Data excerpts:
Segment Open
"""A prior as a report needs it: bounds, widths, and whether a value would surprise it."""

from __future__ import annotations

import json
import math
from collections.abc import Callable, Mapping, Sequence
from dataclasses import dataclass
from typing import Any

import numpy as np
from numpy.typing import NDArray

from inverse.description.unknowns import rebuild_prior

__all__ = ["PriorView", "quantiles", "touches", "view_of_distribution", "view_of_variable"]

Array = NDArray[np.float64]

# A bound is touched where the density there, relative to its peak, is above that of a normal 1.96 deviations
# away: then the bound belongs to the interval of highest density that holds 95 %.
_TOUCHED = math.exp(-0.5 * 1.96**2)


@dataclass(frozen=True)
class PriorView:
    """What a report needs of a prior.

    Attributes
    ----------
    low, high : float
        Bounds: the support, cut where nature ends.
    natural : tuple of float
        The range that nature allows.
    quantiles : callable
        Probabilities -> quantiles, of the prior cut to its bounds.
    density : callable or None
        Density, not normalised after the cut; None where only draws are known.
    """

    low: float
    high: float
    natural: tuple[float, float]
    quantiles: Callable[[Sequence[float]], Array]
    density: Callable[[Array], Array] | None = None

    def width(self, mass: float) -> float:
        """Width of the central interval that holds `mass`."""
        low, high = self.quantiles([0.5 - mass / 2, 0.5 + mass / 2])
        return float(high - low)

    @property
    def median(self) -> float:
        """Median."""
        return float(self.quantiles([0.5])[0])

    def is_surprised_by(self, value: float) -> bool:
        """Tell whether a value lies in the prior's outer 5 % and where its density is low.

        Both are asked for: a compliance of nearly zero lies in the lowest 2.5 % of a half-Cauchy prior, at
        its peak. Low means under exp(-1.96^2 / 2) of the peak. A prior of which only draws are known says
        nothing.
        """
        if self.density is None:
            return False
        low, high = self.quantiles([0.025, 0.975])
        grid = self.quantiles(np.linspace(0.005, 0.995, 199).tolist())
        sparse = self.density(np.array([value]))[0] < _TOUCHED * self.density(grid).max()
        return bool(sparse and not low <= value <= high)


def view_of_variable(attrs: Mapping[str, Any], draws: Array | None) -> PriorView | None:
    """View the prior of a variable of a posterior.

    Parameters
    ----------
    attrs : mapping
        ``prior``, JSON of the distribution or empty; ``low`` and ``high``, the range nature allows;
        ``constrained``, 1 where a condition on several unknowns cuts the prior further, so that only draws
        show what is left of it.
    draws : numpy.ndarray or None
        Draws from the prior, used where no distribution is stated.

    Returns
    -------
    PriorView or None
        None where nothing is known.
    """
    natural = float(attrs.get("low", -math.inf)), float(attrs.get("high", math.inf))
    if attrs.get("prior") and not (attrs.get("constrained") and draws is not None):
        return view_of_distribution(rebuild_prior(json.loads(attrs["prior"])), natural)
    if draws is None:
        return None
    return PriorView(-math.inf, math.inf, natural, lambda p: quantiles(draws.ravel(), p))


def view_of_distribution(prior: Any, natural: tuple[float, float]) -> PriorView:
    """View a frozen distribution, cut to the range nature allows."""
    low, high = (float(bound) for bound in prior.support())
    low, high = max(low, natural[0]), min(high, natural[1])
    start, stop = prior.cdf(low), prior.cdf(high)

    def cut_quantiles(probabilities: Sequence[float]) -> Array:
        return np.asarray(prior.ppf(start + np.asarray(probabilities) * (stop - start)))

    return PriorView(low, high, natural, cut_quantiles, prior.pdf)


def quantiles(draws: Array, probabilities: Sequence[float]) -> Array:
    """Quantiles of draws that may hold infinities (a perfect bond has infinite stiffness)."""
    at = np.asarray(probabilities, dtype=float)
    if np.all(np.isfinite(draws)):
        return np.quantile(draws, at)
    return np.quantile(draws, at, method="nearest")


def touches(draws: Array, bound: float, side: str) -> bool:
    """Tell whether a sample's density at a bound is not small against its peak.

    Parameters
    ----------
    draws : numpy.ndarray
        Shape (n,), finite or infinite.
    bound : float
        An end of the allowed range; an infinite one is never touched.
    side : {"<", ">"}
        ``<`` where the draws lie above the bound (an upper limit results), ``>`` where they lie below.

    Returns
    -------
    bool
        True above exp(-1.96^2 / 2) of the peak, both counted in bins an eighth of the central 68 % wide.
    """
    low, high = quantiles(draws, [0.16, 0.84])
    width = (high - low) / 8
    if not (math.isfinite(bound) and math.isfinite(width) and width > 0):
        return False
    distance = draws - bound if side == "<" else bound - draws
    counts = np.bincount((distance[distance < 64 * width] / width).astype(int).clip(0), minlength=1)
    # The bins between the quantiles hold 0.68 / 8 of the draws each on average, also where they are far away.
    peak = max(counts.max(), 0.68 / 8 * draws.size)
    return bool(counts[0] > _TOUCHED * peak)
Segment Closed
Segment Open
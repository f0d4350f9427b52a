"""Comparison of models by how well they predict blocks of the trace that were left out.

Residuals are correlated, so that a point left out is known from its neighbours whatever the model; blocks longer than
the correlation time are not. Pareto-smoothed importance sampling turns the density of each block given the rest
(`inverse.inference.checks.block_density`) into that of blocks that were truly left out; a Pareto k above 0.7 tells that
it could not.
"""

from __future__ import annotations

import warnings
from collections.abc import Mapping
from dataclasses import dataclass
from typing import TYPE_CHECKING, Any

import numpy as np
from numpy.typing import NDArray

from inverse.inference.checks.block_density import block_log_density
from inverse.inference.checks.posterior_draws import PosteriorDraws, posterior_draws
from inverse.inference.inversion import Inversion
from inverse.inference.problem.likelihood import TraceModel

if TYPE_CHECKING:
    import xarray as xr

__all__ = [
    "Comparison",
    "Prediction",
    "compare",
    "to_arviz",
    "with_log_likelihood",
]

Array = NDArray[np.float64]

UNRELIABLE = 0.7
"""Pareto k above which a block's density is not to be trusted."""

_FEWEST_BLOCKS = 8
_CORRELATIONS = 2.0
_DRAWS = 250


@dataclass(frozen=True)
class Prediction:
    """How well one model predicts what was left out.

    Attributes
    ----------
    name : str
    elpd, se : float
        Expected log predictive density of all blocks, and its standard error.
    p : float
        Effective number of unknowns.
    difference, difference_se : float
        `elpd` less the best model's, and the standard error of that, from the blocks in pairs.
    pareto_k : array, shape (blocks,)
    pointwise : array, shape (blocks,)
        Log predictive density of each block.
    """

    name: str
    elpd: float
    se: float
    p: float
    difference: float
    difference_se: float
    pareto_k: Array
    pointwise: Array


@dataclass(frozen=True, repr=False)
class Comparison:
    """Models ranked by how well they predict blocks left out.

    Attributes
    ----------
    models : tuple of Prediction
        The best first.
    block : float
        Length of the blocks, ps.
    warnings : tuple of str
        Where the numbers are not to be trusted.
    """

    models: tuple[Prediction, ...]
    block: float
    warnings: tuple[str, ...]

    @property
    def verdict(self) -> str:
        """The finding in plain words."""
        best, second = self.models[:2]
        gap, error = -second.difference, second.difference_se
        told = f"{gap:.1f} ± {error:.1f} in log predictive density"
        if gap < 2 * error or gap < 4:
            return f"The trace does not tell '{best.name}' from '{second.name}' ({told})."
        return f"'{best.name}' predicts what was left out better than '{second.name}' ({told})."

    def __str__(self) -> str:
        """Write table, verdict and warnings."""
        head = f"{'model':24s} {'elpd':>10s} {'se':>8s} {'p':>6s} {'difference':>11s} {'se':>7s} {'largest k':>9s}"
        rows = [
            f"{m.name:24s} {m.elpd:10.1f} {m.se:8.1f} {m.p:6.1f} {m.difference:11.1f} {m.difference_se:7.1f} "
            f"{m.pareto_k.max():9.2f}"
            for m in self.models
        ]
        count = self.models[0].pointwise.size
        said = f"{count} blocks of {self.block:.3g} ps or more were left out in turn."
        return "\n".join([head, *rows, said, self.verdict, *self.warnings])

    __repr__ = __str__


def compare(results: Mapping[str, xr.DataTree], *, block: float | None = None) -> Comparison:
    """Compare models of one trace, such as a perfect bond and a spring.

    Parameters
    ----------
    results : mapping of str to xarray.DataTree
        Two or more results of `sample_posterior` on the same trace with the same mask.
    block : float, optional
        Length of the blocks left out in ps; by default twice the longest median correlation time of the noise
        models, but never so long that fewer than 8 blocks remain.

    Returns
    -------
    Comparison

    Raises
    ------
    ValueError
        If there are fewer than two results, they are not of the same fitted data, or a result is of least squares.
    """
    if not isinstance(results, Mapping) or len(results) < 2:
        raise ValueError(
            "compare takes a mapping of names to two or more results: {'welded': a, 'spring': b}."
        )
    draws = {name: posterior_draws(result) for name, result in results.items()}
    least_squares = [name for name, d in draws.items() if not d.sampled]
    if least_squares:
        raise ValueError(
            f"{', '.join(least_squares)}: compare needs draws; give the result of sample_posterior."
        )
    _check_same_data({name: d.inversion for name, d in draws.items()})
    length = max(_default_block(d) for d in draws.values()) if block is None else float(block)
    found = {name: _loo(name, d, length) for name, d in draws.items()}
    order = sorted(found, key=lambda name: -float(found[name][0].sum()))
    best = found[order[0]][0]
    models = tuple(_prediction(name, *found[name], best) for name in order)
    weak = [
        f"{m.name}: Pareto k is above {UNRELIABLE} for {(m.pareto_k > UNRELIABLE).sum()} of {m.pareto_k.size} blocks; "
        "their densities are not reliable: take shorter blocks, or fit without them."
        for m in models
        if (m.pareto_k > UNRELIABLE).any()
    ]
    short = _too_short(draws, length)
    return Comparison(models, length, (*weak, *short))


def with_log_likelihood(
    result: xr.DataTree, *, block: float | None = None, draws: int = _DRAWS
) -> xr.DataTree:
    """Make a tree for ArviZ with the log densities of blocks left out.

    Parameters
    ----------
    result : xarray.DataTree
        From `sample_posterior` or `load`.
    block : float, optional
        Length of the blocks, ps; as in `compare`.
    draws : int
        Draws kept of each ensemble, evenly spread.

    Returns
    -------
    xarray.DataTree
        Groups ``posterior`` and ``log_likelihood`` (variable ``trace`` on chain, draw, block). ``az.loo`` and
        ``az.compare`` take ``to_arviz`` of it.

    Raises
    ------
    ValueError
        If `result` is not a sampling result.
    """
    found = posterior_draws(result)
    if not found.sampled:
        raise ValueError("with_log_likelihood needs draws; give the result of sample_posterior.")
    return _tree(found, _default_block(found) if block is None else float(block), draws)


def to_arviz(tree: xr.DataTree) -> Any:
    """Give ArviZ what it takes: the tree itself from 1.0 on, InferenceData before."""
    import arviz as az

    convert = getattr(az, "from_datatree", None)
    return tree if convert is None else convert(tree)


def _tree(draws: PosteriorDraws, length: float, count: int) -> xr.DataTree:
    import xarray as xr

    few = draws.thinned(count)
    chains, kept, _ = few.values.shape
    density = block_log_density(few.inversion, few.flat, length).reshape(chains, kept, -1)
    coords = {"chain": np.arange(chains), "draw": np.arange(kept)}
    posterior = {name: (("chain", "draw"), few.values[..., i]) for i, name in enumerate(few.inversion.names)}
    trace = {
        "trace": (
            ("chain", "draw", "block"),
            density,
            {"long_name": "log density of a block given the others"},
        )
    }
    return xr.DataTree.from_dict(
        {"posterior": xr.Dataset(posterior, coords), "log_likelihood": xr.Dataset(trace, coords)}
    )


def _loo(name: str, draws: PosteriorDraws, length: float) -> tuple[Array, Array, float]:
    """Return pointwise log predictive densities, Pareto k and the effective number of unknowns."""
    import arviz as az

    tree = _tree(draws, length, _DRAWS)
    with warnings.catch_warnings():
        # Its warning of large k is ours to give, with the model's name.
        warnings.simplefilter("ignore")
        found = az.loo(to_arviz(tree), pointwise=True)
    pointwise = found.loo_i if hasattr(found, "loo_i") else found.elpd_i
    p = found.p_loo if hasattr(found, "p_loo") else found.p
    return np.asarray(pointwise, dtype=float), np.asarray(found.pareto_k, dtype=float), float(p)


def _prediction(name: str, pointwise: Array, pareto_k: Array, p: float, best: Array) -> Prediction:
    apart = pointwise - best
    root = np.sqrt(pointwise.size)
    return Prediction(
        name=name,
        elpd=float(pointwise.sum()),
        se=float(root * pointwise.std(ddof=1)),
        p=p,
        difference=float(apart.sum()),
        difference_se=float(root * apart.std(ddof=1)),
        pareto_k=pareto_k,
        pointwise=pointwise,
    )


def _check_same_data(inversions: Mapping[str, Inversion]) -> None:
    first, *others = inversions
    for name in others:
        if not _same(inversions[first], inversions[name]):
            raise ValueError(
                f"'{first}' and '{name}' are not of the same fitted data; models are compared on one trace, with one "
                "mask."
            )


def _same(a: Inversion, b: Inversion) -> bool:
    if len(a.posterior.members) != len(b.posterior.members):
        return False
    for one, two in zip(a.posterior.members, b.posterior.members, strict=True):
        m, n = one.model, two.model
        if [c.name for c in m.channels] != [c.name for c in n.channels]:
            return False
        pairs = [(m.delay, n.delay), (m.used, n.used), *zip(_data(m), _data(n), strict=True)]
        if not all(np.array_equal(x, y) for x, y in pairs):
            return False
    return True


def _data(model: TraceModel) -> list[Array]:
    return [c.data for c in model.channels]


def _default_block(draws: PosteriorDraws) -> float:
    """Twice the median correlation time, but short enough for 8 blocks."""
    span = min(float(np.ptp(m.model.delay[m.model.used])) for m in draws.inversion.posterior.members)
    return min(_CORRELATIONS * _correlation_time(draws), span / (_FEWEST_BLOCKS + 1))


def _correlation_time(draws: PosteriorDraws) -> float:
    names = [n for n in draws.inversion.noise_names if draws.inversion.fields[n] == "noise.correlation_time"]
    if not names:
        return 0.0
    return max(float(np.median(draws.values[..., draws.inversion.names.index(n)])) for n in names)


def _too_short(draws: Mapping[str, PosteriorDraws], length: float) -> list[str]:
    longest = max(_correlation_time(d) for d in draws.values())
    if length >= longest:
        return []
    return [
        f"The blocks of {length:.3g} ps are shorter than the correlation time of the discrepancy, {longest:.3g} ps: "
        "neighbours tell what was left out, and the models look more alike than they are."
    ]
Segment Closed
Segment Open
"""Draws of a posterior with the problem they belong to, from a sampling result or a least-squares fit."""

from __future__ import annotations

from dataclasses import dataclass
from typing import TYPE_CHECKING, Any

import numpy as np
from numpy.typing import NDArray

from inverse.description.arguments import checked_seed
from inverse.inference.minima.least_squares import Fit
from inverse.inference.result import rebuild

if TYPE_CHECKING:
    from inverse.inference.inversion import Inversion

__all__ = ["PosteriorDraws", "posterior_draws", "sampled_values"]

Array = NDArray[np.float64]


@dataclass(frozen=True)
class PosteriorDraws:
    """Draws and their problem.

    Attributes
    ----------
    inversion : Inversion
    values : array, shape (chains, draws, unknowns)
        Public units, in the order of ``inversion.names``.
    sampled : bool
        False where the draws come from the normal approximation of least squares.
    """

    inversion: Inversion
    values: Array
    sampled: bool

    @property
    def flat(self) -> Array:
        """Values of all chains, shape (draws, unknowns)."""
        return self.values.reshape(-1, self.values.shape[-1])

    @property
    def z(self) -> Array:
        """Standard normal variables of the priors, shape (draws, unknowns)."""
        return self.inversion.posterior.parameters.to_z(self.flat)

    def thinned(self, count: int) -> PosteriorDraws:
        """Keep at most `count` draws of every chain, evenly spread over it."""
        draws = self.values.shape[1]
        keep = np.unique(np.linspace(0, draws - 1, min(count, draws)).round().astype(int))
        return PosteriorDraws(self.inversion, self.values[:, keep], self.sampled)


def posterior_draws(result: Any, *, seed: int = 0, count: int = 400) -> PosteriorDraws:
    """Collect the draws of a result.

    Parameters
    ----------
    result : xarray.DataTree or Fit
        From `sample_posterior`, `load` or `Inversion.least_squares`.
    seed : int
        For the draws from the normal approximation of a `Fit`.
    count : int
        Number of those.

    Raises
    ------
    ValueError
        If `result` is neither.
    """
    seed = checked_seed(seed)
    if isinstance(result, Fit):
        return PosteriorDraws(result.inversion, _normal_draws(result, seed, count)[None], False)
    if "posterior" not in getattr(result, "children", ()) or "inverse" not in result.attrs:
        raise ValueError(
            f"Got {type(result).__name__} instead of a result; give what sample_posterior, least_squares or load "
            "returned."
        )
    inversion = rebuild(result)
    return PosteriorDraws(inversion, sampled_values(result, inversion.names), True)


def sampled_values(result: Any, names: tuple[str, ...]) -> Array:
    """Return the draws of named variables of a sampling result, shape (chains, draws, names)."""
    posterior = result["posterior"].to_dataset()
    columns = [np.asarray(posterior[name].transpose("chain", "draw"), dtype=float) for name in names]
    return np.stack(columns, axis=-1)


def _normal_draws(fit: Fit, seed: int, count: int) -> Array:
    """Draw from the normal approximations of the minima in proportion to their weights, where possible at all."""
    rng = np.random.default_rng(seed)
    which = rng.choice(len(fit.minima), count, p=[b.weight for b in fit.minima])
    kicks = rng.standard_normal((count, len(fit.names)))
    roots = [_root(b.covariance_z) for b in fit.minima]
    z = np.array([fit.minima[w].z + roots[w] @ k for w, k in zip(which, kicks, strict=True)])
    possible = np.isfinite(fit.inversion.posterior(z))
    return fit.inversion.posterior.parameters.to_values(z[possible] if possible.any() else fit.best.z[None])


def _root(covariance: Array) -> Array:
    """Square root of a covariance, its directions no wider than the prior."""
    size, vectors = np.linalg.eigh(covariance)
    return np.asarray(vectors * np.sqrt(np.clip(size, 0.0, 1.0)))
Segment Closed
*AIM OF THE TASK*. Every line with "predictive" in it should be copied from the entries.

*COMPLETED TASK*.
        Expected log predictive density of all blocks, and its standard error.
        Log predictive density of each block.
        told = f"{gap:.1f} ± {error:.1f} in log predictive density"
    """Return pointwise log predictive densities, Pareto k and the effective number of unknowns."""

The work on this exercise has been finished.